Start of Data records

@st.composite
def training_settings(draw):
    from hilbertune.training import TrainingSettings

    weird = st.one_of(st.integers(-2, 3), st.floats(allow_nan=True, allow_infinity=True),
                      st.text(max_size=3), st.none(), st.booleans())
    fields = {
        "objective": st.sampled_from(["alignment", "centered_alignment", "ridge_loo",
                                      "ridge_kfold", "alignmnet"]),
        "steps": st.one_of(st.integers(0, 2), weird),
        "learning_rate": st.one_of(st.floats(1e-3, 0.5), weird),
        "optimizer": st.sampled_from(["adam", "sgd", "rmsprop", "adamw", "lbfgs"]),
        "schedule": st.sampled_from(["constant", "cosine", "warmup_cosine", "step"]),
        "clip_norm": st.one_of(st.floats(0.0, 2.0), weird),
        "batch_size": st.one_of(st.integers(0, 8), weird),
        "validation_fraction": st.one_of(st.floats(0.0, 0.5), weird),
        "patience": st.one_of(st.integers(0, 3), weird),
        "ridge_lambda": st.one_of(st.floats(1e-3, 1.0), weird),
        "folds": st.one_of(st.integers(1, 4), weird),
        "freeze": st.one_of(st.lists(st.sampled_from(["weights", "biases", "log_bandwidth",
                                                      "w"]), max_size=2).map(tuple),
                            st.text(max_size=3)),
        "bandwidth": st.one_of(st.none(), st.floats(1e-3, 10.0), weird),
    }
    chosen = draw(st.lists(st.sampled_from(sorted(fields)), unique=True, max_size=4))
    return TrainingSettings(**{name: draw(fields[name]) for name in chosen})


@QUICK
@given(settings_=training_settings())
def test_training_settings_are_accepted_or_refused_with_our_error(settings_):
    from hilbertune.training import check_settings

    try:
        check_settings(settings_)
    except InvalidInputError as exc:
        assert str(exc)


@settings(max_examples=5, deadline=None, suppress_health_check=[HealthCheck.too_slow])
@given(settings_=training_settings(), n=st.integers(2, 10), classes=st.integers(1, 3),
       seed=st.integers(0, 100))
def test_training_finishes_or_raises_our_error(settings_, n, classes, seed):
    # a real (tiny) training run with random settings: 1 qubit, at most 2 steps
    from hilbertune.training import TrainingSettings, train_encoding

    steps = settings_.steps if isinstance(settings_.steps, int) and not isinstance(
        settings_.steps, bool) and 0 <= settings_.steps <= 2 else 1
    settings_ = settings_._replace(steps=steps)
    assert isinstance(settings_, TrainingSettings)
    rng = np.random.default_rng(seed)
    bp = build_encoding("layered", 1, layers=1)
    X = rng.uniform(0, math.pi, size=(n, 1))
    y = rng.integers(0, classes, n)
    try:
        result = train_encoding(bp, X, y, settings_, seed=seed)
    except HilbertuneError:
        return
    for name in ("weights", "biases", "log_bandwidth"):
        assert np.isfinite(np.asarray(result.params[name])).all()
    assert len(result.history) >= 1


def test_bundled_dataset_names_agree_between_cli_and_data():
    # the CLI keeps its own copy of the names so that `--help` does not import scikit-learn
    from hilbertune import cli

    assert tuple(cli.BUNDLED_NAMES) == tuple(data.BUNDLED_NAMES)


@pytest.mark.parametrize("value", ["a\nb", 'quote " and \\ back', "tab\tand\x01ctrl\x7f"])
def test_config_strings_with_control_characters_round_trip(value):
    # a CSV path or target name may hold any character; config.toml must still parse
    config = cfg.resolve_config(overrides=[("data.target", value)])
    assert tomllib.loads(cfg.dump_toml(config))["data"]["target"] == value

End of Data records
Start of Data records

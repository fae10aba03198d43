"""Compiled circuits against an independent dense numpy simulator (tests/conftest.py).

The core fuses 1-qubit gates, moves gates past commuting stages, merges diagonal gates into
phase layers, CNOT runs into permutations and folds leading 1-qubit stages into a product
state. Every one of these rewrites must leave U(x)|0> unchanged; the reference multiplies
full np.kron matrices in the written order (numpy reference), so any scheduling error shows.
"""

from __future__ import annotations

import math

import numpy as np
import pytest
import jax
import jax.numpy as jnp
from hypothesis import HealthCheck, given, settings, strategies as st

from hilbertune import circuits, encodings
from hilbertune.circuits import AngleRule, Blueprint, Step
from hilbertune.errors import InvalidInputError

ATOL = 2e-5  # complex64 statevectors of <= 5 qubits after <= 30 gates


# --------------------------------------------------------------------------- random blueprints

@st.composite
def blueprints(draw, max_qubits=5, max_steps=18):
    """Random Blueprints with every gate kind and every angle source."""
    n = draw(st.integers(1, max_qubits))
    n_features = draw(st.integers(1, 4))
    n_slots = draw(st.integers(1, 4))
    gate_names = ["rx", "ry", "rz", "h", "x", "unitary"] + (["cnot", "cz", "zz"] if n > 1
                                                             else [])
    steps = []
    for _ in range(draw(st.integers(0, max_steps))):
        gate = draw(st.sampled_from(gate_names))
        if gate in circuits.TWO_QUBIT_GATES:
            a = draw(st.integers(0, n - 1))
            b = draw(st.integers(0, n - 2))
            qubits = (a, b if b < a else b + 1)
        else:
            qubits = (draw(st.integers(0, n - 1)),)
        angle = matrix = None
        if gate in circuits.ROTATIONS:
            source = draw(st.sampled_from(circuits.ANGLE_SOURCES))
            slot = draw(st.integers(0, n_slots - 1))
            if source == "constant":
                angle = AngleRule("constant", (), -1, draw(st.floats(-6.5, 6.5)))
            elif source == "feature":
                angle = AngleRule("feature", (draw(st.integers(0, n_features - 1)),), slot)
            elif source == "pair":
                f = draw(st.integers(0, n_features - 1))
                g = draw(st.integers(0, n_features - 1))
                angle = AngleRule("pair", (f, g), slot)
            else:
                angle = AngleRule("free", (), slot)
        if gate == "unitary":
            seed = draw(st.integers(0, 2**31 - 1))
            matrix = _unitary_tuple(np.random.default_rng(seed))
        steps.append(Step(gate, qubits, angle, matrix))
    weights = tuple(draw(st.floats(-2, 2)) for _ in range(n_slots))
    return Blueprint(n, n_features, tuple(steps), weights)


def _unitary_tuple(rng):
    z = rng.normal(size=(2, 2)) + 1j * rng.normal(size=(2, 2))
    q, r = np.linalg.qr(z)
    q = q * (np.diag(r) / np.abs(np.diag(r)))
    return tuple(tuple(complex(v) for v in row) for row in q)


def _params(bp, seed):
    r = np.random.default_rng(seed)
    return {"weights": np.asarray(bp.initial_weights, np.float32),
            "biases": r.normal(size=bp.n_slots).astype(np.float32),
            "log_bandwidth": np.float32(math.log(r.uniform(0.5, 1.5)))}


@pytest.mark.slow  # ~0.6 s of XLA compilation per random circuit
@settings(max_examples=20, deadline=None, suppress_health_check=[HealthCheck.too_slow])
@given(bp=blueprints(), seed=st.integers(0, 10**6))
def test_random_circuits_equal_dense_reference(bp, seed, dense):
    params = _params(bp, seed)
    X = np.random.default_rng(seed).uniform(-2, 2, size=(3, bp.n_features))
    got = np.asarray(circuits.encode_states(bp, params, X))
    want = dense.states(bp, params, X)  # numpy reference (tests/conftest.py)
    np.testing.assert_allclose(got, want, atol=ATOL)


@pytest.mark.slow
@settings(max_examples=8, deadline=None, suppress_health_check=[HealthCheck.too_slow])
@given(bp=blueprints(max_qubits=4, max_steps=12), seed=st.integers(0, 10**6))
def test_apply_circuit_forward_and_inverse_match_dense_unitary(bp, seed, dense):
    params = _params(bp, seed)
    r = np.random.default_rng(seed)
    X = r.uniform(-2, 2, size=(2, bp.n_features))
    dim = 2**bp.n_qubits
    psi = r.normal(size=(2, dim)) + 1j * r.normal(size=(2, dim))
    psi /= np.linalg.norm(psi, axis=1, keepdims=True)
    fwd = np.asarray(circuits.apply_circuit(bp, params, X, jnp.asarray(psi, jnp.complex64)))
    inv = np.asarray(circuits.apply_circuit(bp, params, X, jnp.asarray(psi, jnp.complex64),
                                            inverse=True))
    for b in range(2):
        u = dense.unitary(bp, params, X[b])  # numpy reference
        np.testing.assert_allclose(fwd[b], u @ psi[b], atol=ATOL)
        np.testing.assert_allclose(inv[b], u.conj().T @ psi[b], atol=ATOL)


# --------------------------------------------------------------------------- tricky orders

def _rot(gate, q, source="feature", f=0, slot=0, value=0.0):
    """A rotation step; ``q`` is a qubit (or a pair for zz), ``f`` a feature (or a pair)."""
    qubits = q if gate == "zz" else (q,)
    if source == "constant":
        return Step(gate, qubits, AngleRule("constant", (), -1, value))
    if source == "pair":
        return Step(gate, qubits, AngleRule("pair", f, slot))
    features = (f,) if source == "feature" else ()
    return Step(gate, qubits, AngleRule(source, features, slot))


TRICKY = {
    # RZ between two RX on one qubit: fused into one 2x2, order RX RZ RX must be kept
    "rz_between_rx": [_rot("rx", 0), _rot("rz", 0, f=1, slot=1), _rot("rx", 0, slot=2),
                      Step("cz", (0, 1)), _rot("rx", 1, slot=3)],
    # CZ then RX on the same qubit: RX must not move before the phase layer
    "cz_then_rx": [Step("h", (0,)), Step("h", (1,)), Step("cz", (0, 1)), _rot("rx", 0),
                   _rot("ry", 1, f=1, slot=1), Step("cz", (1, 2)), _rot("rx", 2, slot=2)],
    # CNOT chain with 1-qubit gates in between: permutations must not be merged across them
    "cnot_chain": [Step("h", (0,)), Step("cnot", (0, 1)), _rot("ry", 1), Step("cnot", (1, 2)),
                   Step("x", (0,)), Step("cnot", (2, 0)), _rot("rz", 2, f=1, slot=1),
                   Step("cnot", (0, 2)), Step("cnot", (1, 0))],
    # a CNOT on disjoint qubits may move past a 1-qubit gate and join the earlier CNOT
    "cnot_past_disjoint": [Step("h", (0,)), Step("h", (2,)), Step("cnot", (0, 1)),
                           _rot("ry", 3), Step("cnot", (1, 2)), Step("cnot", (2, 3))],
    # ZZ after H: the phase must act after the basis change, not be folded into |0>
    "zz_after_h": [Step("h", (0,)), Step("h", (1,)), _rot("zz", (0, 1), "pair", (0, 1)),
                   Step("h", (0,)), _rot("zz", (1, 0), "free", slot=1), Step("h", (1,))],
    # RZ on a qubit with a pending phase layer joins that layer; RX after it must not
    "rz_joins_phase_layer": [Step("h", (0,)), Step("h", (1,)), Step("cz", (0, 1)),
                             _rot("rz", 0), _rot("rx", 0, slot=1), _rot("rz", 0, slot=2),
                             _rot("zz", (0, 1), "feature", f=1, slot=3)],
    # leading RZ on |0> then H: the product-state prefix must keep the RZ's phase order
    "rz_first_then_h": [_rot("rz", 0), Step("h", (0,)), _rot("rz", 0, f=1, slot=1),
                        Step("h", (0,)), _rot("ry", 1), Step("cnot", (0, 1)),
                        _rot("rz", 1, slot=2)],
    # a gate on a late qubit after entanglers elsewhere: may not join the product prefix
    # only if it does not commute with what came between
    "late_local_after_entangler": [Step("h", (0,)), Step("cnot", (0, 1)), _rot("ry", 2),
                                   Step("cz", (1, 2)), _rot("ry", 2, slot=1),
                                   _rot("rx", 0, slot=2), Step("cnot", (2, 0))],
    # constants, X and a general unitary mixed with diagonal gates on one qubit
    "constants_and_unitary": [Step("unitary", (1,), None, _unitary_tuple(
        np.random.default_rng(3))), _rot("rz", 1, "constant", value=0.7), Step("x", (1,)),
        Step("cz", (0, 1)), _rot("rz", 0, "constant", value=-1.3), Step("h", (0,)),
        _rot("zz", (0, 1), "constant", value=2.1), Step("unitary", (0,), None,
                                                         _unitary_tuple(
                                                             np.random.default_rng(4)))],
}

End of Data records

=== Exercise prompt ===
Scan the records for lines with the word "must". Report how many, with no other words.

=== Output below ===
8